━━━━━ DATA

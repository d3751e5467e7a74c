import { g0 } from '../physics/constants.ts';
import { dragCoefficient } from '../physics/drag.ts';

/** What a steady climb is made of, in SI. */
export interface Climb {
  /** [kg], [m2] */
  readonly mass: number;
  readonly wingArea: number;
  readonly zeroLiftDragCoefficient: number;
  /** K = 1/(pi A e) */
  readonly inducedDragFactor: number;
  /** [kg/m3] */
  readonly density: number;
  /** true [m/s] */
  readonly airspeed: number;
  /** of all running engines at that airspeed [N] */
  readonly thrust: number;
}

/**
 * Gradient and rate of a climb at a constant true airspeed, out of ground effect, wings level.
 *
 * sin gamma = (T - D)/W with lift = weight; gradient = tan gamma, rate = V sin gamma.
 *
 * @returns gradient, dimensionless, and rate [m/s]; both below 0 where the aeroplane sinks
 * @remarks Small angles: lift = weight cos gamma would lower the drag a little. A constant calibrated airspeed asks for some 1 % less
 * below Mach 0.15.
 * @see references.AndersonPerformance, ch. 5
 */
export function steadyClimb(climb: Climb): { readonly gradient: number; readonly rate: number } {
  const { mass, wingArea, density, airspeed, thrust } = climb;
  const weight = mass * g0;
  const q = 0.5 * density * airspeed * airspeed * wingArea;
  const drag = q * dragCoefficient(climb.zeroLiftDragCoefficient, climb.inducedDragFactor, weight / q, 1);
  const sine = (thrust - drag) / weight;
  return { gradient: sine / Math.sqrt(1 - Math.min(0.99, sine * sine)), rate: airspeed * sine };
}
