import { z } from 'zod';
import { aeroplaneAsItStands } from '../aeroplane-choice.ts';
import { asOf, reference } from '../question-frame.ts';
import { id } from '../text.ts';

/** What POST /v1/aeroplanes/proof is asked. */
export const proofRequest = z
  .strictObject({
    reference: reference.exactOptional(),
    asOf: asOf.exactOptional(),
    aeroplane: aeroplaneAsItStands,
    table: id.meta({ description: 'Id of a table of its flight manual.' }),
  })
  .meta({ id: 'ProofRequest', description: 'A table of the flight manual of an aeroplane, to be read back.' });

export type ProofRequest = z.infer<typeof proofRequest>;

━━━━━━━━━━

** EXERCISE **
Beginning at the line above that contains "density, airspeed, thrust", return each line exactly through the line that contains "const drag = q", and no others.

** TASK RESPONSE **
  const { mass, wingArea, density, airspeed, thrust } = climb;
  const weight = mass * g0;
  const q = 0.5 * density * airspeed * airspeed * wingArea;
  const drag = q * dragCoefficient(climb.zeroLiftDragCoefficient, climb.inducedDragFactor, weight / q, 1);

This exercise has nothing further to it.